ROBERT H. HODGES, JR., Judge.
Plaintiff Alphonso Thomas filed a complaint against the United States acting through the Benefit Guaranty Corporation. The complaint contains numerous allegations, including breach of contract, breach of implied duty of good faith and fair dealing, violation of the Fifth Amendment takings clause, violation of the Contracts Dispute Act, bad faith, and unfair competition.
Defendant timely filed a motion to dismiss for lack of subject matter jurisdiction under RCFC 12(b)(1), or alternatively, for judgment on the pleadings under RCFC 12(c) or for summary judgment under RCFC 56. Plaintiffs complaint does not confer jurisdiction on this court to consider Mr. Thomas' claims. We must therefore grant defendant's motion to dismiss for lack of jurisdiction.
The Benefit Guaranty Corporation, a corporation wholly owned by the United States, administers the "defined benefit pension plan termination insurance program" created by Title IV of the Employee Retirement Income Security Act, 29 U.S.C. §§ 1301-1462 (2012).
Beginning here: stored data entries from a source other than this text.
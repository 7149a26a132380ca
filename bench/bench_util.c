/* bench_util.c - helpers shared by the benchmark programs (see bench_util.h). */
#define _POSIX_C_SOURCE 200809L
#include <errno.h>
#include <stdio.h>
#include <stdlib.h>
#include <string.h>
#include <time.h>
#include <sys/resource.h>
#include <sys/types.h>
#include <sys/wait.h>
#include <unistd.h>

#include <flint/fmpz.h>
#include <flint/fmpq.h>

#include "bench_util.h"

/* Seconds elapsed since t0 on clock clk.
   t0 must come from the same clock. */
static double bench_clock_since(clockid_t clk, const struct timespec *t0)
{
    struct timespec t1;

    clock_gettime(clk, &t1);
    return (double) (t1.tv_sec - t0->tv_sec) + 1e-9 * (double) (t1.tv_nsec - t0->tv_nsec);
}

void bench_timer_start(bench_timer *t)
{
    clock_gettime(CLOCK_MONOTONIC, &t->wall);
    clock_gettime(CLOCK_PROCESS_CPUTIME_ID, &t->cpu);
}

double bench_timer_wall(const bench_timer *t)
{
    return bench_clock_since(CLOCK_MONOTONIC, &t->wall);
}

double bench_timer_cpu(const bench_timer *t)
{
    return bench_clock_since(CLOCK_PROCESS_CPUTIME_ID, &t->cpu);
}

double bench_cpu_used(void)
{
    struct rusage ru;

    getrusage(RUSAGE_SELF, &ru);
    return (double) ru.ru_utime.tv_sec + 1e-6 * (double) ru.ru_utime.tv_usec
           + (double) ru.ru_stime.tv_sec + 1e-6 * (double) ru.ru_stime.tv_usec;
}

double bench_peak_mib(void)
{
    struct rusage ru;

    getrusage(RUSAGE_SELF, &ru);
    return (double) ru.ru_maxrss / 1024.0;
}

/* Reads fd to end of file into a new NUL-terminated string.
   The caller frees the result; NULL if memory runs out. */
static char *bench_read_all(int fd)
{
    size_t cap = 4096, len = 0;
    char *s = malloc(cap), *t;
    ssize_t r;

    while (s != NULL && (r = read(fd, s + len, cap - len - 1)) > 0)
    {
        len += (size_t) r;
        if (cap - len < 2)
        {
            t = realloc(s, cap *= 2);
            if (t == NULL)
                free(s);
            s = t;
        }
    }
    if (s != NULL)
        s[len] = '\0';
    return s;
}

/* Child side of bench_child_run: runs fn with the pipe as out under the alarm, then exits.
   Never returns; exit status 0 only when fn succeeded and its record reached the pipe. */
static void bench_child_exec(bench_child_fn fn, void *arg, int fd, unsigned limit_s)
{
    FILE *out = fdopen(fd, "w");
    int st = 1;

    if (limit_s > 0)
        alarm(limit_s);
    if (out != NULL)
    {
        st = fn(arg, out) != 0;
        st |= fclose(out) != 0;
    }
    fflush(stdout);   /* _exit does not flush, and the parent's table needs the child's rows */
    flint_cleanup_master();
    _exit(st);
}

bench_child_result bench_child_run(bench_child_fn fn, void *arg, unsigned limit_s)
{
    bench_child_result c = { 0, 0, 0, 0, NULL };
    int fds[2], status = 0;
    pid_t pid;

    if (pipe(fds) != 0)
        return c;
    fflush(stdout);   /* the child must not inherit (and print again) pending output */
    pid = fork();
    if (pid == 0)
    {
        close(fds[0]);
        bench_child_exec(fn, arg, fds[1], limit_s);
    }
    close(fds[1]);
    /* read before waiting: a child blocked on a full pipe would never exit */
    c.text = pid > 0 ? bench_read_all(fds[0]) : NULL;
    close(fds[0]);
    c.ran = pid > 0;
    if (pid > 0 && waitpid(pid, &status, 0) == pid)
    {
        c.exited = WIFEXITED(status);
        c.code = c.exited ? WEXITSTATUS(status) : 0;
        c.signaled = WIFSIGNALED(status);
    }
    return c;
}

int bench_child_run_or_here(bench_child_fn fn, void *arg)
{
    bench_child_result c = bench_child_run(fn, arg, 0);
    int bad = c.ran ? !bench_child_ok(&c) : fn(arg, NULL) != 0;

    bench_child_clear(&c);
    return bad;
}

int bench_child_ok(const bench_child_result *c)
{
    return c->ran && c->exited && c->code == 0;
}

void bench_child_clear(bench_child_result *c)
{
    free(c->text);
    c->text = NULL;
}

void bench_usage_write(FILE *out, const bench_usage *u)
{
    fprintf(out, "%.17g %.17g %.17g\n", u->wall, u->cpu, u->mib);
}

const char *bench_usage_read(bench_usage *u, const char *text)
{
    const char *nl = text != NULL ? strchr(text, '\n') : NULL;

    if (nl == NULL || sscanf(text, "%lf %lf %lf", &u->wall, &u->cpu, &u->mib) != 3)
        return NULL;
    return nl + 1;
}

double bench_ratio(double num, double den)
{
    return den > 0.0 ? num / den : 0.0;
}

int bench_arg_slong(slong *out, const char *s, slong lo, slong hi)
{
    char *end;
    long v;

    errno = 0;
    v = strtol(s, &end, 10);
    if (end == s || *end != '\0' || errno != 0 || v < lo || v > hi)
        return 0;
    *out = (slong) v;
    return 1;
}

ulong bench_checksum_fmpq(const fmpq *v, slong n)
{
    const ulong p = (UWORD(1) << 61) - 1;
    ulong s = 0;
    slong k;

    /* each term is below p < 2^61, so the sum of three stays below 2^64 */
    for (k = 0; k < n; k++)
        s = (s + fmpz_fdiv_ui(fmpq_numref(v + k), p) + fmpz_fdiv_ui(fmpq_denref(v + k), p)) % p;
    return s;
}

void bench_div_factorial(fmpq_t v, ulong m)
{
    fmpz_t f;

    fmpz_init(f);
    fmpz_fac_ui(f, m);
    fmpq_div_fmpz(v, v, f);
    fmpz_clear(f);
}

void bench_print_row(const char *lead, const bench_usage *u, slong primes, double est_s,
                     ulong checksum, int ok)
{
    printf("%s %9.2f %9.2f %8.1f %6ld %9.1f %20lu%s\n", lead, u->wall, u->cpu, u->mib,
           (long) primes, est_s, (unsigned long) checksum, ok ? "" : "  (error)");
    fflush(stdout);
}
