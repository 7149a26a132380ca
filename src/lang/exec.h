/* Statements (exec.c). */
#ifndef PSIKAPPA_EXEC_H
#define PSIKAPPA_EXEC_H

#include "interp.h"

/* table_{...} E, output FORMAT [digits] and precision DIGITS (exec_table.c). */
int exec_table(interp *I, scope *s, const node *n);
int exec_output(interp *I, scope *s, const node *n);
int exec_precision(interp *I, scope *s, const node *n);

/* load "file" (load.c). */
int exec_load(interp *I, const node *n);

/* Runs one statement; 0 after reporting an error. */
int exec_stmt(interp *I, scope *s, const node *n);

#endif
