/* c = W_a 2^{D-|a|} / prod (2^{a_i} a_i!): the coefficient of V_{g,n}(L). */
static void coeff(fmpq_t c, const fmpq_t w, slong g, const slong *a, slong n)
{
    slong i, s = 0;
    fmpz_t f;

    fmpz_init(f);
    fmpq_set(c, w);
    for (i = 0; i < n; i++)
    {
        s += a[i];
        fmpz_fac_ui(f, (ulong) a[i]);
        fmpq_div_fmpz(c, c, f);
    }
    fmpq_mul_2exp(c, c, (ulong) (3 * g - 3 + n - s));
    fmpq_div_2exp(c, c, (ulong) s);
    fmpz_clear(f);
}

/* Every coefficient against the reduction, g >= 2, n <= 3, D <= 14. */
static void test_reduction_all(void)
{
    slong g, n, k;
    wk_table *T = wk_table_new();

    for (g = 2; g <= 5; g++)
        for (n = 1; n <= 3 && 3 * g - 3 + n <= 14; n++)
        {
            slong nidx, *idx, bad = 0;
            fmpq *out = engine(g, n, &nidx, &idx);
            fmpq_t w;
            fmpq_init(w);
            for (k = 0; k < nidx; k++)
            {
                reference(w, T, g, idx + k * n, n);
                bad += !fmpq_equal(w, out + k);
            }
            UNIT_CHECK(&rep, bad == 0, "(g,n) = (%ld,%ld): %ld of %ld coefficients differ from the "
                       "reduction", g, n, bad, nidx);
            fmpq_clear(w);
            _fmpq_vec_clear(out, nidx);
            flint_free(idx);
        }
    wk_table_free(T);
}

/* Random coefficients of larger cases against the reduction. */
static void test_reduction_random(void)
{
    static const slong cases[][2] = { { 6, 1 }, { 7, 1 }, { 6, 2 }, { 5, 3 }, { 4, 4 } };
    flint_rand_t st;
    wk_table *T = wk_table_new();
    size_t c;
    long it, iters = unit_iterations(4);

    flint_randinit(st);
    for (c = 0; c < sizeof cases / sizeof cases[0]; c++)
    {
        slong g = cases[c][0], n = cases[c][1], nidx, *idx;
        fmpq *out = engine(g, n, &nidx, &idx);
        fmpq_t w;
        fmpq_init(w);
        for (it = 0; it < iters; it++)
        {
            slong k = (slong) n_randint(st, (ulong) nidx);
            reference(w, T, g, idx + k * n, n);
            UNIT_CHECK(&rep, fmpq_equal(w, out + k), "(g,n) = (%ld,%ld), index %ld: engine "
                       "differs from the reduction", g, n, k);
        }
        fmpq_clear(w);
        _fmpq_vec_clear(out, nidx);
        flint_free(idx);
    }
    flint_randclear(st);
    wk_table_free(T);
}

/* Mirzakhani 2007 (from memory): V_{2,1}(L) = (4pi^2+L^2)(12pi^2+L^2)(6960pi^4+384pi^2L^2
   +5L^4)/2211840, i.e. in powers of L^2 (pi = 1): 334080, 129792, 13344, 464, 5 over 2211840. */
static void test_mirzakhani(void)
{
    static const slong num[5] = { 334080, 129792, 13344, 464, 5 };
    slong nidx, *idx, a;
    fmpq *out = engine(2, 1, &nidx, &idx);
    fmpq_t c, q;

    fmpq_init(c);
    fmpq_init(q);
    UNIT_CHECK(&rep, nidx == 5, "V_{2,1} has %ld coefficients", nidx);
    for (a = 0; a < 5 && a < nidx; a++)
    {
        coeff(c, out + a, 2, &a, 1);
        fmpq_set_si(q, num[a], 2211840);
        UNIT_CHECK(&rep, fmpq_equal(c, q), "V_{2,1}: coefficient of L^%ld (Mirzakhani 2007, from "
                   "memory)", 2 * a);
    }
    fmpq_clear(c);
    fmpq_clear(q);
    _fmpq_vec_clear(out, nidx);
    flint_free(idx);
}

/* Property test (Do-Norbury 2009): with c_a the coefficients of V_{g,1},
   sum_a c_a (-4)^a = 0 and sum_a 2a c_a (-4)^a = -4 (2g-2) 2^{3g-3} V_{g,0}. */
static void test_do_norbury_one(slong gmax)
{
    slong g, a;
    fmpq *tab = _fmpq_vec_init((gmax + 1) * 1);
    int st = wpvol_table(tab, gmax, 0, 1);

    UNIT_CHECK(&rep, st == WPVOL_OK, "wpvol_table(%ld, 0)", gmax);
    for (g = 2; g <= gmax; g++)
    {
        slong nidx, *idx;
        fmpq *out = engine(g, 1, &nidx, &idx);
        fmpq_t c, s0, s1, t, rhs;
        fmpz_t p;

        fmpq_init(c);
        fmpq_init(s0);
        fmpq_init(s1);
        fmpq_init(t);
        fmpq_init(rhs);
        fmpz_init(p);
        for (a = 0; a < nidx; a++)
        {
            coeff(c, out + a, g, &a, 1);
            fmpz_set_si(p, -4);
            fmpz_pow_ui(p, p, (ulong) a);
            fmpq_mul_fmpz(t, c, p);
            fmpq_add(s0, s0, t);
            fmpq_mul_si(t, t, 2 * a);
            fmpq_add(s1, s1, t);
        }
        fmpq_mul_si(rhs, tab + g, -4 * (2 * g - 2));
        fmpq_mul_2exp(rhs, rhs, (ulong) (3 * g - 3));
        UNIT_CHECK(&rep, fmpq_is_zero(s0), "V_{%ld,1}(2 pi i) = 0 (Do-Norbury 2009, property)", g);
        UNIT_CHECK(&rep, fmpq_equal(s1, rhs), "V_{%ld,1}'(2 pi i) = 2 pi i (2g-2) V_{g,0} "
                   "(Do-Norbury 2009, property)", g);
        fmpq_clear(c);
        fmpq_clear(s0);
        fmpq_clear(s1);
        fmpq_clear(t);
        fmpq_clear(rhs);
        fmpz_clear(p);
        _fmpq_vec_clear(out, nidx);
        flint_free(idx);
    }
    _fmpq_vec_clear(tab, gmax + 1);
}

/* Position of the sorted pair (a1, a2) in the order of wpoly_indices (n = 2), or -1. */
static slong pair_pos(const slong *idx, slong nidx, slong a1, slong a2)
{
    slong k, x = a1 > a2 ? a1 : a2, y = a1 > a2 ? a2 : a1;

    for (k = 0; k < nidx; k++)
        if (idx[2 * k] == x && idx[2 * k + 1] == y)
            return k;
    return -1;
}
The Benefit Corporation guarantees benefits earned by participants in pension plans covered under Title IV. 29 U.S.C. § 1322. When a plan covered by Title IV terminates, the Benefit Corporation becomes the statutory trustee of the plan and pays benefits to a participant or their surviving beneficiaries. The statute also provides a "finder's fee" to a third-party that locates any unclaimed pension plan assets. The locator receives a small percentage of the pension plan assets when the Benefit Corporation secures the account.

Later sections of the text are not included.